Restrict the contents of personal header files. 52
The main purpose of header files is to encapsulate function prototypes and package-dependent global constants, global variables and global structures. Header files must not be used extensively for conditional compilation. It is recommended that the number of personal header files used be kept to a minimum.


Define macros only once. 53
Don’t rely on defining a macro at one point and then re-defining its value at another point. Define any macro only once, otherwise later changes may be made at the wrong point and may not be used. Also, if the second definition of the macro is inadvertently omitted (perhaps an include file may have been left out) you may use the wrong value unknowingly, whereas if the macro is defined only once, omitting this definition accidentally will probably produce a compiler error and the mistake will be spotted.


Test if macros have already been defined before defining them. 54
A header file which defines a macro should test whether it has been previously defined so that the macro is not interpreted twice if it has actually been included twice. For example:
        #ifndef header_read
        #define header_read 1
  
          ...
  
        #endif

This is a requirement for ANSI C header files and should also be applied to personal files.


Don’t use reserved words as names of preprocessor macros. 55
The following identifiers are reserved and must not be used as program identifiers:
        auto, break, case, char, const, continue, default, do, double,
        else, enum, extern, float, for, goto, if, int, long, register,
        return, short, signed, sizeof, static, struct, switch, typedef,
        union, unsigned, void, volatile, while.

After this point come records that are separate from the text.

def test_unknown_on_error_policy_is_refused():
    with pytest.raises(ValueError):
        decode_bytes(encode_bytes(b"x"), on_error="ignore")


# ---- report ---------------------------------------------------------------------------------------

def test_report_json_lines_follow_the_contract_on_a_battered_stream():
    data = random_bytes(2000, 1)
    blob = bytearray(encode_bytes(data, code="secded-39-32", depth=8, frame_bytes=200))
    spans = frame_spans(bytes(blob))
    blob[spans[1].start: spans[1].end] = bytes(spans[1].size)  # lost
    blob = bytearray(flip_run(bytes(blob), 8 * spans[3].payload_start, 9))  # damaged (one block fails)
    blob = bytearray(flip_run(bytes(blob), 8 * spans[5].payload_start + 50, 8))  # corrected
    result = decode_bytes(bytes(blob))
    objects = check_report_lines(result.report.to_jsonl(), result.data)
    by_seq = {o["seq"]: o for o in objects[:-1]}
    assert by_seq[1]["status"] == LOST
    assert by_seq[3]["status"] == DAMAGED and by_seq[3]["failed_blocks"] == [0]
    assert by_seq[5]["status"] == CORRECTED and by_seq[5]["corrected_symbols"] == 8
    assert by_seq[5]["corrected_blocks"] == 8
    assert objects[-1]["complete"] is False


def test_report_of_a_clean_stream_is_complete_with_block_counts():
    data = random_bytes(700, 1)
    blob = encode_bytes(data, code="hamming-31-26", depth=4, frame_bytes=300)
    result = decode_bytes(blob)
    objects = check_report_lines(result.report.to_jsonl(), result.data)
    assert objects[-1]["complete"] is True
    for f, span in zip(objects[:-1], frame_spans(blob)):
        assert f["offset"] == span.start
        header = fmt.decode_header(blob[span.header_start: span.payload_start])
        assert f["blocks"] == -(-8 * (header.length + 4) // (4 * 26)) * 4
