@contextmanager
def open_runner(workers: int = 1, scheduler: str | None = None,
                connect_timeout: float = CONNECT_TIMEOUT) -> Iterator[InProcess | OnDask]:
    """Where units run: this process (workers=1, no scheduler), a LocalCluster of `workers`
    processes started here and closed on the way out, or the cluster at `scheduler`.
    (Local workers are spawned processes: a script that starts them needs the usual
    `if __name__ == "__main__":` guard.)"""
    if scheduler is not None:
        address = check_scheduler_address(scheduler)
        client = _connect(address, connect_timeout)
        try:
            if not client.scheduler_info().get("workers"):
                try:
                    client.wait_for_workers(1, timeout=connect_timeout)
                except TimeoutError:
                    raise CampaignError(f"the Dask scheduler at {address} has no workers "
                                        f"(waited {connect_timeout:g} s)") from None
            yield OnDask(client)
        finally:
            client.close()
        return
    if workers < 1:
        raise ValueError(f"workers must be >= 1, got {workers}")
    if workers == 1:
        yield InProcess()
        return
    import dask
    from distributed import Client, LocalCluster

    # processes, one thread each: the trial loop holds the GIL for much of its time
    with _workers_ignore_sigint(), dask.config.set(QUIET_LOCAL_CLUSTER):
        try:
            cluster = LocalCluster(n_workers=workers, threads_per_worker=1, processes=True, host="127.0.0.1",
                                   dashboard_address=None, silence_logs=logging.ERROR)
        except Exception as exc:  # e.g. a script calling this without `if __name__ == "__main__":`
            raise CampaignError(f"could not start {workers} local workers: {type(exc).__name__}: {exc}") from None
    with dask.config.set(QUIET_LOCAL_CLUSTER), cluster, \
            Client(cluster, timeout=connect_timeout, set_as_default=False) as client:
        yield OnDask(client)


@contextmanager
def _workers_ignore_sigint() -> Iterator[None]:
    """SIGINT ignored while the local workers are spawned, so that they inherit it ignored.

    Ctrl-C on a terminal signals the whole process group: the workers would die printing
    their own tracebacks while this process still needs them to cancel cleanly. This
    process handles the interruption and closes the cluster; its own handler is back as
    soon as the workers have started."""
    import signal

    try:
        previous = signal.signal(signal.SIGINT, signal.SIG_IGN)
    except ValueError:  # not the main thread: signals are not ours to arrange
        yield
        return
    try:
        yield
    finally:
        signal.signal(signal.SIGINT, previous)


# ---- campaigns ----------------------------------------------------------------------------------------

def _check(code, depth: int, models: Sequence[ChannelModel], bits: int, frame_bytes: int,
           unit_frames: int | None) -> int:
    check_arguments(models, depth, frame_bytes, bits)
    unit_frames = default_unit_frames(frame_bytes) if unit_frames is None else int(unit_frames)
    if unit_frames < 1:
        raise ValueError(f"unit_frames must be >= 1, got {unit_frames}")
    return unit_frames


def _run_point(runner: InProcess | OnDask, job: UnitJob, cut: Cut, offset_bits: int, total_bits: int,
               progress: Callable[[CampaignProgress], None] | None) -> SimulationResult:
    tally = Tally(job, cut)
    frame_bits = 8 * job.frame_bytes
    try:
        for index, result in runner.run(job, cut):
            tally.add(index, result)
            if progress is not None:
                progress(CampaignProgress(offset_bits + tally.finished_frames * frame_bits, total_bits,
                                          tally.finished_units, cut.units, tally.running()))
    except CampaignInterrupted:
        raise
    except BaseException as stop:
        if not _is_stop(stop):
            raise
        raise CampaignInterrupted(tally.result(interrupted=True), stop) from None
    return tally.result()


def campaign(code: str | BlockCode, depth: int = 1,
             channels: str | ChannelModel | Sequence[str | ChannelModel] = "bsc:p=1e-3",
             bits: int = 10 ** 7, seed: int | None = None, *, frame_bytes: int = DEFAULT_FRAME_BYTES,
             workers: int = 1, scheduler: str | None = None, unit_frames: int | None = None,
             progress: Callable[[CampaignProgress], None] | None = None,
             connect_timeout: float = CONNECT_TIMEOUT) -> SimulationResult:
    """Monte Carlo trials of `bits` payload bits cut into work units (see the module text),
    on `workers` processes here or on the Dask cluster at `scheduler`. The same seed and
    unit size give the same result whatever runs them."""
    models = parse_channels(channels)
    unit_frames = _check(code, depth, models, int(bits), frame_bytes, unit_frames)
    seed = fresh_seed() if seed is None else int(seed)
    job = UnitJob(code, depth, tuple(m.spec for m in models), seed, frame_bytes)
    cut = Cut(-(-int(bits) // (8 * frame_bytes)), unit_frames)
    with open_runner(workers, scheduler, connect_timeout) as runner:
        return _run_point(runner, job, cut, 0, cut.frames * 8 * frame_bytes, progress)


def campaign_sweep(code: str | BlockCode, depth: int,
                   channels: str | ChannelModel | Sequence[str | ChannelModel],
                   grid: str | tuple[str, Sequence[float]], bits: int = 10 ** 7, seed: int | None = None, *,
                   frame_bytes: int = DEFAULT_FRAME_BYTES, workers: int = 1, scheduler: str | None = None,
                   unit_frames: int | None = None, progress: Callable[[CampaignProgress], None] | None = None,
                   connect_timeout: float = CONNECT_TIMEOUT) -> SweepResult:
    """A campaign at each value of one channel parameter, one point after another on the
    same workers, every point with the same seed (as `simulate.sweep`). Interrupted, the
    SweepResult carried holds the finished points and the finished part of the current one."""
    name, values = parse_sweep(grid) if isinstance(grid, str) else (grid[0], tuple(float(v) for v in grid[1]))
    models = parse_channels(channels)
    sweep_channels(models, name, values[0])  # an unknown parameter fails before any work
    unit_frames = _check(code, depth, models, int(bits), frame_bytes, unit_frames)
    seed = fresh_seed() if seed is None else int(seed)
    cut = Cut(-(-int(bits) // (8 * frame_bytes)), unit_frames)
    point_bits = cut.frames * 8 * frame_bytes
    points: list[SimulationResult] = []
    with open_runner(workers, scheduler, connect_timeout) as runner:
        for i, value in enumerate(values):
            job = UnitJob(code, depth, tuple(m.spec for m in sweep_channels(models, name, value)), seed, frame_bytes)
            try:
                points.append(_run_point(runner, job, cut, i * point_bits, len(values) * point_bits, progress))
            except CampaignInterrupted as stop:
                done = points + ([stop.partial] if stop.partial is not None else [])
                raise CampaignInterrupted(SweepResult(name, tuple(values[:len(done)]), tuple(done))
                                          if done else None, stop.stop) from None
    return SweepResult(name, tuple(values), tuple(points))
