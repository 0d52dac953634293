"""Byte-table kernels for codes whose messages are whole bytes and whose check bits fit in one.

For a systematic code G = [I_k | P] with k = 8 kb (kb <= 8 message bytes per codeword)
and r <= 8, parity is linear in the message bytes:

    p = m P = XOR_{j < kb} T[j, m_j],   T[j, v] = XOR of the P rows of the bits set in v,

where m_j is message byte j in stream order (first byte first, its most significant bit
first). The tables (interleave._check_tables, a (kb, 256) uint8 array) hold p
left-aligned in a byte (p << (8 - r)), so a check byte and a received byte line up
whatever r is. Decoding recomputes the same XOR from the received message:
s = received check XOR recomputed check is the syndrome of the error, and the coset-leader
tables of the code (leader_message, leader_weight; at index s) give the
message bits to flip and the status (0 clean, w corrected, FAILED left as received),
exactly as every other kernel of the engine does.

Depth 1 (r = 8): a codeword is kb message bytes followed by its check byte, so encoding
copies the message (one unaligned word load and store) and adds one byte from kb
lookups; no bit is moved one at a time.

Depth 8 (r <= 8): an octet of 8 codewords takes 8 kb message bytes and gives n = 8 kb + r
coded bytes, byte j holding bit j of the 8 codewords (codeword q at bit 7 - q). Its first
8 kb bytes are kb slices of 8: byte i of slice c holds bit i of message byte c of the 8
codewords. Taking the 8 messages as the rows of an 8 x kb byte matrix, slice c is column c
(message byte c of codewords 0..7) with its 8x8 bits transposed. Both steps run in vector
registers, written as LLVM vector operations that every target lowers (SSE2/AVX2 on
x86-64): the rows, two to a 16-byte vector, are byte transposed by three rounds of
unpacks, and all columns are bit transposed at once by three masked swaps; on a
little-endian machine a column read in memory order needs the transpose about the other
diagonal, which takes it straight to its slice in memory order. The r check bytes are the
8 check bytes (one per codeword, left-aligned) bit transposed once (blockcode.transpose8).
The messages are read as native words, whose bytes the check lookups take in memory order
without a byte swap. Decoding runs the same steps backwards (each is its own inverse):
slices bit transposed, then byte transposed back into the 8 messages. Against the scalar
transposes this replaced (one 8x8 byte transpose and kb + 1 bit transposes of a word per
octet), secded-72-64 encodes 2.0x and decodes 1.45x as fast (16 KiB segments, one core).
The loops are compiled twice, for kb = 8 with kb a constant and for any kb.

Depth 1, pairs: a code with k and n multiples of 4 (k <= 12, one parity lookup per
message; n <= 32) puts two codewords on whole bytes, k/4 message bytes in and n/4 coded
bytes out (golay-24-12: 3 and 6): one unaligned load, two lookups and one store a pair.

The layout and bit order are those of kernels.fused and kernels.blockcode (see their
module notes), so these kernels write the same bytes; tests/test_bytetable.py holds them
to the numpy twins in kernels.small and to kernels.blockcode. Buffers are plain bytes
moved in unaligned words (kernels.fused.load_be64 / store_be64, or load_word / store_word
in memory order) through their addresses; outputs need 8 spare bytes (each word store may
write past its step; the next step rewrites them).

Although not forbidden by the standard it is bad programming practice to use these words as preprocessor macro names.


Don’t put directory names explicitly into #include statements. 56
Rather than specifying directory names, use the compiler options to search the relevant directories.


Use the standard syntax for include files. 57
Files should be included with the standard syntax. To search for the file beginning where the source program was found, use
        #include "filename"

To search for the file in the system directories, use

        #include <filename>

The VAX C syntax

        #include filename

extracts the header file from a VMS text library. This is non-portable.